Center for Biostatistics in AIDS Research, Harvard T. H. Chan School of Public Health.
J Infect Dis. 2017 Sep 1;216(5):554-564. doi: 10.1093/infdis/jix248.
We examined associations between suicidality and genotypes that predict plasma efavirenz exposure among AIDS Clinical Trials Group study participants in the United States.
Four clinical trials randomly assigned treatment-naive participants to efavirenz-containing regimens; suicidality was defined as reported suicidal ideation or attempted or completed suicide. Genotypes that predict plasma efavirenz exposure were defined by CYP2B6 and CYP2A6 polymorphisms. Associations were evaluated with weighted Cox proportional hazards models stratified by race/ethnicity. Additional analyses adjusted for genetic ancestry and selected covariates.
Among 1833 participants, suicidality was documented in 41 in exposed analyses, and 34 in on-treatment analyses. In unadjusted analyses based on 12 genotype levels, suicidality increased per level in exposed (hazard ratio, 1.11; 95% confidence interval, .96-1.27) and on-treatment 1.16; 1.01-1.34) analyses. In the on-treatment analysis, the association was strongest among white but nearly null among black participants. Considering 3 metabolizer levels (extensive, intermediate and slow), slow metabolizers were at increased risk. Results were similar after baseline covariate-adjustment for genetic ancestry, sex, age, weight, injection drug use history, and psychiatric history or recent psychoactive medication.

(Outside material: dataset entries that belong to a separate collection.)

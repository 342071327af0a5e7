import { inflateSync } from 'node:zlib';
import { describe, expect, it } from 'vitest';
import { rasterise } from '../../src/drawing/rasterise.ts';
import { drawSheet } from '../../src/drawing/sheet.ts';
import { someResult } from '../exporter/support.ts';

const svg = (inside: string) =>
  `<svg xmlns="http://www.w3.org/2000/svg" viewBox="0 0 100 50"><rect width="100" height="50" fill="#fff"/>${inside}</svg>`;

describe('a picture of a drawing', () => {
  it('is a PNG of the width asked for', () => {
    const png = Buffer.from(rasterise(drawSheet(someResult(['a', 'b'])), { width: 420 }));
    expect(png.subarray(0, 8).toString('hex')).toBe('89504e470d0a1a0a');
    expect([png.readUInt32BE(16), png.readUInt32BE(20)]).toEqual([420, 297]);
  });

  it('has its text in it without any font of the machine', () => {
    expect(
      pixelsOf(rasterise(svg('<text x="5" y="30" font-size="20">Roof Ωж</text>'), { width: 100 })).size,
    ).toBeGreaterThan(1);
    expect(pixelsOf(rasterise(svg(''), { width: 100 })).size).toBe(1);
  });

  it('is the same bytes every time', () => {
    const drawn = drawSheet(someResult(['a', 'b']));
    expect(Buffer.compare(rasterise(drawn), rasterise(drawn))).toBe(0);
  });
});

/** The different bytes of the picture's rows, unfiltered as far as it matters: one for a picture of one colour. */
function pixelsOf(png: Uint8Array): Set<number> {
  const bytes = Buffer.from(png);
  const data: Buffer[] = [];
  for (let at = 8; at < bytes.length; ) {
    const length = bytes.readUInt32BE(at);
    if (bytes.toString('latin1', at + 4, at + 8) === 'IDAT') data.push(bytes.subarray(at + 8, at + 8 + length));
    at += 12 + length;
  }
  const raw = inflateSync(Buffer.concat(data));
  const row = 1 + 4 * bytes.readUInt32BE(16);
  const seen = new Set<number>();
  // Past the first pixel a row of one colour holds zeros under the filters that look left or up, and its colour under none.
  for (let y = 0; y * row < raw.length; y++) {
    const filter = raw[y * row]!;
    for (const byte of raw.subarray(y * row + 5, (y + 1) * row)) seen.add(filter === 0 ? byte - 255 : byte);
  }
  return seen;
}
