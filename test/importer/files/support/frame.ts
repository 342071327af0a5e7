import { stepText } from '../../support/model-text.ts';

/**
 * One little frame in three writings: an I-beam drawn by Axis and Body in an assembly on a storey, and a round hollow brace
 * turned in its placement. Written by hand, so that the readers are not checked against a writer of ours.
 */

const PRODUCTS = (beamEnd: string, typeEnd: string, material: string) => `
#1=IFCPROJECT('0aaaaaaaaaaaaaaaaaaaaa',$,'Shed & yard',$,$,$,$,(#10),#2);
#2=IFCUNITASSIGNMENT((#3,#4));
#3=IFCSIUNIT(*,.LENGTHUNIT.,.MILLI.,.METRE.);
#4=IFCSIUNIT(*,.PLANEANGLEUNIT.,$,.RADIAN.);
#10=IFCGEOMETRICREPRESENTATIONCONTEXT($,'Model',3,1.E-5,#11,$);
#11=IFCAXIS2PLACEMENT3D(#12,$,$);
#12=IFCCARTESIANPOINT((0.,0.,0.));
#13=IFCLOCALPLACEMENT($,#11);
#14=IFCDIRECTION((0.,0.,1.));
#20=IFCBUILDINGSTOREY('0storeyaaaaaaaaaaaaaaa',$,'Eaves',$,$,#13,$,$,.ELEMENT.,3500.);
#21=IFCRELCONTAINEDINSPATIALSTRUCTURE('0contaiaaaaaaaaaaaaaaa',$,$,$,(#40,#60),#20);
#22=IFCELEMENTASSEMBLY('0assemblyaaaaaaaaaaaaa',$,'Truss 1',$,$,#13,$,$,$,.TRUSS.);
#23=IFCRELAGGREGATES('0aggregaaaaaaaaaaaaaaa',$,$,$,#22,(#40));
#30=IFCMATERIAL(${material});
#31=IFCRELASSOCIATESMATERIAL('0relmataaaaaaaaaaaaaaa',$,$,$,(#40,#60),#30);
#32=IFCPROPERTYSET('0psetaaaaaaaaaaaaaaaaa',$,'Delivery',$,(#33,#34));
#33=IFCPROPERTYSINGLEVALUE('Lot',$,IFCLABEL('A'),$);
#34=IFCPROPERTYSINGLEVALUE('Painted',$,IFCBOOLEAN(.T.),$);
#35=IFCRELDEFINESBYPROPERTIES('0defpropaaaaaaaaaaaaaa',$,$,$,(#40),#32);
#36=IFCBEAMTYPE('0beamtypeaaaaaaaaaaaaa',$,'IPE 200',$,$,$,$,$,$,${typeEnd});
#37=IFCRELDEFINESBYTYPE('0deftypeaaaaaaaaaaaaaa',$,$,$,(#40),#36);
#40=IFCBEAM('0beamaaaaaaaaaaaaaaaaa',$,'Chord \\X2\\00E4\\X0\\',$,$,#41,#44,'C1'${beamEnd});
#41=IFCLOCALPLACEMENT(#13,#42);
#42=IFCAXIS2PLACEMENT3D(#43,#14,$);
#43=IFCCARTESIANPOINT((1000.,2000.,3500.));
#44=IFCPRODUCTDEFINITIONSHAPE($,$,(#45,#50));
#45=IFCSHAPEREPRESENTATION(#10,'Axis','Curve3D',(#46));
#46=IFCPOLYLINE((#12,#47));
#47=IFCCARTESIANPOINT((6000.,0.,0.));
#50=IFCSHAPEREPRESENTATION(#10,'Body','SweptSolid',(#51));
#51=IFCEXTRUDEDAREASOLID(#52,#53,#14,6000.);
#52=IFCISHAPEPROFILEDEF(.AREA.,'IPE 200',$,100.,200.,5.6,8.5,12.PROFILEEND);
#53=IFCAXIS2PLACEMENT3D(#12,#54,#55);
#54=IFCDIRECTION((1.,0.,0.));
#55=IFCDIRECTION((0.,1.,0.));
#60=IFCMEMBER('0braceaaaaaaaaaaaaaaaa',$,'Brace',$,$,#61,#64,'B1'${beamEnd.replace('BEAM', 'BRACE')});
#61=IFCLOCALPLACEMENT(#13,#62);
#62=IFCAXIS2PLACEMENT3D(#63,#56,#55);
#63=IFCCARTESIANPOINT((1000.,2000.,0.5));
#56=IFCDIRECTION((0.6,0.,0.8));
#64=IFCPRODUCTDEFINITIONSHAPE($,$,(#65));
#65=IFCSHAPEREPRESENTATION(#10,'Body','SweptSolid',(#66));
#66=IFCEXTRUDEDAREASOLID(#67,$,#14,4250.25);
#67=IFCCIRCLEHOLLOWPROFILEDEF(.AREA.,'CHS 88.9x4',$,44.45,4.);`;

Genotypes that predict higher plasma efavirenz exposure were associated with increased risk of suicidality. Strength of association varied by race/ethnicity.
我们在美国艾滋病临床试验组的研究参与者中,研究了自杀倾向与预测血浆依非韦伦暴露量的基因型之间的关联。
四项临床试验将未接受过治疗的参与者随机分配至含依非韦伦的治疗方案;自杀倾向定义为报告有自杀意念、自杀未遂或自杀成功。通过CYP2B6和CYP2A6基因多态性来定义预测血浆依非韦伦暴露量的基因型。采用按种族/民族分层的加权Cox比例风险模型评估关联。额外的分析对遗传血统和选定的协变量进行了调整。
在1833名参与者中,暴露分析中有41人有自杀倾向记录,治疗中分析中有34人有记录。在基于12种基因型水平的未调整分析中,暴露分析(风险比,1.11;95%置信区间,0.96 - 1.27)和治疗中分析(1.16;1.01 - 1.34)中,自杀倾向随基因型水平的升高而增加。在治疗中分析中,这种关联在白人参与者中最强,而在黑人参与者中几乎不存在。考虑三种代谢类型(快代谢、中代谢和慢代谢),慢代谢者风险增加。在对遗传血统、性别、年龄、体重、注射吸毒史、精神病史或近期精神活性药物使用情况进行基线协变量调整后,结果相似。
预测血浆依非韦伦暴露量较高的基因型与自杀倾向风险增加相关。关联强度因种族/民族而异。